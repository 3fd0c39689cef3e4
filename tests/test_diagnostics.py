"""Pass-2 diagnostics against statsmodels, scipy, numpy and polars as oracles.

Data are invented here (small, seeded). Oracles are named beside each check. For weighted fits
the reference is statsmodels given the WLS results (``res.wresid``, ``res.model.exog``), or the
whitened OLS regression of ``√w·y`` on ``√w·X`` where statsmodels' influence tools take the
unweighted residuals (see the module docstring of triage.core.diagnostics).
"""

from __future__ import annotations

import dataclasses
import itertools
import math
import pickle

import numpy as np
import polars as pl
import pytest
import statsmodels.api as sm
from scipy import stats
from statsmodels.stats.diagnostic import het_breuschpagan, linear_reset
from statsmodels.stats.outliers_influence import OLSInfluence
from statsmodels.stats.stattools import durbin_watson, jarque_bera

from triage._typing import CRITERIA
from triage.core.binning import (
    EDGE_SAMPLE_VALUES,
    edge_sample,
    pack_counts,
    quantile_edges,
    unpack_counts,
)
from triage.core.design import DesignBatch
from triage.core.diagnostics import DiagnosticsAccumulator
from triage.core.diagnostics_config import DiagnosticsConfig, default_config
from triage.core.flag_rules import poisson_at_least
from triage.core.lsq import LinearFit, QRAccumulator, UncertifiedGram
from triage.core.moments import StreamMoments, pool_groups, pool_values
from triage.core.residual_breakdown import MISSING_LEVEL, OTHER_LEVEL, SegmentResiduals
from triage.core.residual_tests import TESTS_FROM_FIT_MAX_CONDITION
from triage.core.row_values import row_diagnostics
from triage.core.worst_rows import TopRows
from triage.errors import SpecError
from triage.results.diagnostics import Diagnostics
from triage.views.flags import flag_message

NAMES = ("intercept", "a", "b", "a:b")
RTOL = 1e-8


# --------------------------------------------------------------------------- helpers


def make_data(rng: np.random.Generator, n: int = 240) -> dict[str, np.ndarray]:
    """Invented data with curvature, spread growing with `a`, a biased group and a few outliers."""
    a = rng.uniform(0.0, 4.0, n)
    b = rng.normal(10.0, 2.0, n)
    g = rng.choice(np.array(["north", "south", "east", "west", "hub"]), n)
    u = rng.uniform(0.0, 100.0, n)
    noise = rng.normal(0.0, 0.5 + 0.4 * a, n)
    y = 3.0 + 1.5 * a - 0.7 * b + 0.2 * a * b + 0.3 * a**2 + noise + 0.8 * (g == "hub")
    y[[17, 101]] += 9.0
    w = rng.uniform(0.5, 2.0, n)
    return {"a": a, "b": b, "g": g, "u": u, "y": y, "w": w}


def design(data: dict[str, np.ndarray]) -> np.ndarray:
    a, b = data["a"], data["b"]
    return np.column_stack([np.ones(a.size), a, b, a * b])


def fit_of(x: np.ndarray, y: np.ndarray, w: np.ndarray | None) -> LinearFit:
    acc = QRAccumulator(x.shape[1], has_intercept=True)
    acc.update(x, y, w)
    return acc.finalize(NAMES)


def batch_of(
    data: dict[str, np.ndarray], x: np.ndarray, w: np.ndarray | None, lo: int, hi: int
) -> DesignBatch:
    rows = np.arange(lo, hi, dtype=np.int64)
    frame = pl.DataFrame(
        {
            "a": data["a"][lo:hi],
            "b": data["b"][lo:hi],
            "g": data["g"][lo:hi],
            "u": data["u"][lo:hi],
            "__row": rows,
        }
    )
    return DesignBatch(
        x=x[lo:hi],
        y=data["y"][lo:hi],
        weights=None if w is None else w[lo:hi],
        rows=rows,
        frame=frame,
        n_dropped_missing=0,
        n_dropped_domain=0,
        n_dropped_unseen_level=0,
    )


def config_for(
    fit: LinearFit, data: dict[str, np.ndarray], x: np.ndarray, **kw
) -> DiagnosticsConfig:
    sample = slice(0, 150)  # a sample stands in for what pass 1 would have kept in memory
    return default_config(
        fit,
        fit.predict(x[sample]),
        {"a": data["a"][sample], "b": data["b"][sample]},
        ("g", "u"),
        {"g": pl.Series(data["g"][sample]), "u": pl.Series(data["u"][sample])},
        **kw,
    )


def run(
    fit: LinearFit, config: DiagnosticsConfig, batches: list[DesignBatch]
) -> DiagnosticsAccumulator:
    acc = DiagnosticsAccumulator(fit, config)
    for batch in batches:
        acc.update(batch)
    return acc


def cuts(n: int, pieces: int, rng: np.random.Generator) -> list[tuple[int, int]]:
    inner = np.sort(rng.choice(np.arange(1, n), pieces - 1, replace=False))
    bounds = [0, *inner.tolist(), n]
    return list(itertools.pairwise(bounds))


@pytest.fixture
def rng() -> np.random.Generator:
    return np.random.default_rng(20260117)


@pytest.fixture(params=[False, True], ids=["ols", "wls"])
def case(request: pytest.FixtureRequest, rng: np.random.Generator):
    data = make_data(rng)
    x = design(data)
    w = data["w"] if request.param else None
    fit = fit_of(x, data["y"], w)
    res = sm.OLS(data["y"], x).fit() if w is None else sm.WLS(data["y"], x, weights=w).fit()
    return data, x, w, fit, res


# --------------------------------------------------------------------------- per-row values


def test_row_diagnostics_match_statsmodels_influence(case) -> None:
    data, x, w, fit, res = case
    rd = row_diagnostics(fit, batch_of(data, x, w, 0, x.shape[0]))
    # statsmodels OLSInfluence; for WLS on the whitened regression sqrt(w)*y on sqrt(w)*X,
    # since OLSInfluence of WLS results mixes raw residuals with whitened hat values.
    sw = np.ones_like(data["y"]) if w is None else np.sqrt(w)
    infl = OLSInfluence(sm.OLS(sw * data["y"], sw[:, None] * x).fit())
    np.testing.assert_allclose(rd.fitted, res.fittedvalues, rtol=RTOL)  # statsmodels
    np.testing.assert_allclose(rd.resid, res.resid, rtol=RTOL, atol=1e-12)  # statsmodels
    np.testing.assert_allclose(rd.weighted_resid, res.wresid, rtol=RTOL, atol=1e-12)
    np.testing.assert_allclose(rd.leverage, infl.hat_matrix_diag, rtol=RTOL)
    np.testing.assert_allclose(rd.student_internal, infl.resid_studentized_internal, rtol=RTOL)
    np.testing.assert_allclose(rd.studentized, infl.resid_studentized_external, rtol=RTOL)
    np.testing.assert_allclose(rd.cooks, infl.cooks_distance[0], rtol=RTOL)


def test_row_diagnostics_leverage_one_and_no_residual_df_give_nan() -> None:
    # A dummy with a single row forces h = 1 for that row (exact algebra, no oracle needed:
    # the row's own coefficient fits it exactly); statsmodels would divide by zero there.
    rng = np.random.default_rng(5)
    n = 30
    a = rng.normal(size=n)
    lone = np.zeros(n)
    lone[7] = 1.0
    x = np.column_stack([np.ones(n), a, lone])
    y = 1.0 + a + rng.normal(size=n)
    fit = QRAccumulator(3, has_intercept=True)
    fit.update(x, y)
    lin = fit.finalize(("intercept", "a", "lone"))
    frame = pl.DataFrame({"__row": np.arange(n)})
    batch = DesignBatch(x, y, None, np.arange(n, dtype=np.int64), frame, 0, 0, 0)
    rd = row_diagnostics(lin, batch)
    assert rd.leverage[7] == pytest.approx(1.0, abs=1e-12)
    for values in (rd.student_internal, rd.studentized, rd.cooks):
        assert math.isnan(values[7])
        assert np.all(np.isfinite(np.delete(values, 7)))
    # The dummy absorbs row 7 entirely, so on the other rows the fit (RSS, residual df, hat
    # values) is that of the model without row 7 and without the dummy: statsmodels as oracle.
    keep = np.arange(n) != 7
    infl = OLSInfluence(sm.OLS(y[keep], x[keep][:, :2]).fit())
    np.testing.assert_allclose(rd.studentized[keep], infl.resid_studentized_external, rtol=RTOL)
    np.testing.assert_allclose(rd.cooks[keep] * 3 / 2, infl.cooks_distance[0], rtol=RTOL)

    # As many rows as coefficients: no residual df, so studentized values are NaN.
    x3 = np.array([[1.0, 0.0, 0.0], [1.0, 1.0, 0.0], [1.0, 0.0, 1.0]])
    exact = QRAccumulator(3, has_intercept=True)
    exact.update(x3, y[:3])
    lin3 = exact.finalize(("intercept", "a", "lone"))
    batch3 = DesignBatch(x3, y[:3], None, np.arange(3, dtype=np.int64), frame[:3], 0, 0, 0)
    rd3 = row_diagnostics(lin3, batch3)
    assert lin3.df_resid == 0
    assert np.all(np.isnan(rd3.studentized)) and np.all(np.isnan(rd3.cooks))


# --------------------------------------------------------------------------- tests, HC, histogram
# # # # # # #
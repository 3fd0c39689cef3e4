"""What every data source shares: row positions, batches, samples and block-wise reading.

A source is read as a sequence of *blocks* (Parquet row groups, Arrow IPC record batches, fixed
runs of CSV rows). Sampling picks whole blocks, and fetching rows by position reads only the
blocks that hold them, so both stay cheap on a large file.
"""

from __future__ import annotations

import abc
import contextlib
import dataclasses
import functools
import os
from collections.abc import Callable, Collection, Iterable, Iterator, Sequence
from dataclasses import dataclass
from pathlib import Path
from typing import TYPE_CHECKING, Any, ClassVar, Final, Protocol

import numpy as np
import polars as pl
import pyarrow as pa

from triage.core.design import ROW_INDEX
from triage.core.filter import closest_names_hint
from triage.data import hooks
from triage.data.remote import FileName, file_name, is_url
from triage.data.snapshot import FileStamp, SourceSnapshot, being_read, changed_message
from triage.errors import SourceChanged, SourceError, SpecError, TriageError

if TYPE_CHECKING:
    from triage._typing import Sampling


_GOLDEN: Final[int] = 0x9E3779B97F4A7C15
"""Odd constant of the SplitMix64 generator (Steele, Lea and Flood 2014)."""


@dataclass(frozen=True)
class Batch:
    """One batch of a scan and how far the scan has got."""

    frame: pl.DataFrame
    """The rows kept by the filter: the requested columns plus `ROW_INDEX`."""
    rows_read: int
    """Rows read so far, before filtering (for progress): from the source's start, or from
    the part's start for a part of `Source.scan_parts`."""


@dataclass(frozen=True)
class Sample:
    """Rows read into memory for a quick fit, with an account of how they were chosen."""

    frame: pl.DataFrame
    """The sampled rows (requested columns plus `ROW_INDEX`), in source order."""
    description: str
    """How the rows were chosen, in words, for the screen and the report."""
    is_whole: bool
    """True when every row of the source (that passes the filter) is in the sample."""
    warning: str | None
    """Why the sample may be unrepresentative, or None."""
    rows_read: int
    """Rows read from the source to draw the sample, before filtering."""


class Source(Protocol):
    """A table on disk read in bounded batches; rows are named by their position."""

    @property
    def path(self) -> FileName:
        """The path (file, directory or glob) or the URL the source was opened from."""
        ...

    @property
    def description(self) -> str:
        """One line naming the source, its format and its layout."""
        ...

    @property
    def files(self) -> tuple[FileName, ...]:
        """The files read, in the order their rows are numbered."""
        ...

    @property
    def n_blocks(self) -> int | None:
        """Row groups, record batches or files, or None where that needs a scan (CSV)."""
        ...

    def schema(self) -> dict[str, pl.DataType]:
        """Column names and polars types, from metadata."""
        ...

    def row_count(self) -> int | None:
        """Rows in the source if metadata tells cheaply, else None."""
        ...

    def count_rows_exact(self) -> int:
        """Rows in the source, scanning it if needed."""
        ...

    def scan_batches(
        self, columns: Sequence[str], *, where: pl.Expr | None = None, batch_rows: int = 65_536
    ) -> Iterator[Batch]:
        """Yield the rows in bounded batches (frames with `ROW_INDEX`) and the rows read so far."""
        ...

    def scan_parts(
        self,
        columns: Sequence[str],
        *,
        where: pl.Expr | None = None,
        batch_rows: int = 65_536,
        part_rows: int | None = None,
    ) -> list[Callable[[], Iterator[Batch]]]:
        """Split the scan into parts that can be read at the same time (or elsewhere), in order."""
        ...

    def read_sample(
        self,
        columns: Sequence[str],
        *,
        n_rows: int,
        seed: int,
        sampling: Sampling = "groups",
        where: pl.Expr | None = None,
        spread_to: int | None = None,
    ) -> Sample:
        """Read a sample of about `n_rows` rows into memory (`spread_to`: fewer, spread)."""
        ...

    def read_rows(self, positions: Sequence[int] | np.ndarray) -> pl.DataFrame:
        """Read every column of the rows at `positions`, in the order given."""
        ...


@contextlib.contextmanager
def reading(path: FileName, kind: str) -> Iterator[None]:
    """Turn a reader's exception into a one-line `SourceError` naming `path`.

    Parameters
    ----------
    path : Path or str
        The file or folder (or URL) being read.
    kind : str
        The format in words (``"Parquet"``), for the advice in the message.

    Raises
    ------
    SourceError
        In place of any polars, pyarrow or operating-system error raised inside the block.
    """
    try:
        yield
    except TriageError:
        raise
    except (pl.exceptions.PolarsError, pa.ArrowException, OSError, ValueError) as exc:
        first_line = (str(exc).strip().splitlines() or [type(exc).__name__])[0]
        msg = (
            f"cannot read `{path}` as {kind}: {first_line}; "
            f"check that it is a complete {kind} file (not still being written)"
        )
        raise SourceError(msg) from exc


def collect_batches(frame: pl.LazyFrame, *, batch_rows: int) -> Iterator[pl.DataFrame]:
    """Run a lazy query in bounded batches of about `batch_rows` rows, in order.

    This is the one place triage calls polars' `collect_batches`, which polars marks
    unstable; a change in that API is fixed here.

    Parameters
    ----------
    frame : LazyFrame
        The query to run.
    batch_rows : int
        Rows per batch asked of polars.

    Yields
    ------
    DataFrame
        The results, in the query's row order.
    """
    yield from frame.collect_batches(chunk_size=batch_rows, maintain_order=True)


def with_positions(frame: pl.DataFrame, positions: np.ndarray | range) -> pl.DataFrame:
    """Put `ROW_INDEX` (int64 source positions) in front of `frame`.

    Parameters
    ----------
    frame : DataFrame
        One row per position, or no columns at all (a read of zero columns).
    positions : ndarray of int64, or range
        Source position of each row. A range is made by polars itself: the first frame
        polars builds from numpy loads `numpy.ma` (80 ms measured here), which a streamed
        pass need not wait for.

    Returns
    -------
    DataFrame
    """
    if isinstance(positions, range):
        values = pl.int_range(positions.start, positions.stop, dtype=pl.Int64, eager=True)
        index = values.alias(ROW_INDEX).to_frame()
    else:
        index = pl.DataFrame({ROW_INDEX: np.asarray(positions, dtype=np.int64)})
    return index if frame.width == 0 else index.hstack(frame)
# # # # # # #
Task requirements | Which lines of the data include the string "finalize"? Copy each of them.

Output |
    return acc.finalize(NAMES)
    lin = fit.finalize(("intercept", "a", "lone"))
    lin3 = exact.finalize(("intercept", "a", "lone"))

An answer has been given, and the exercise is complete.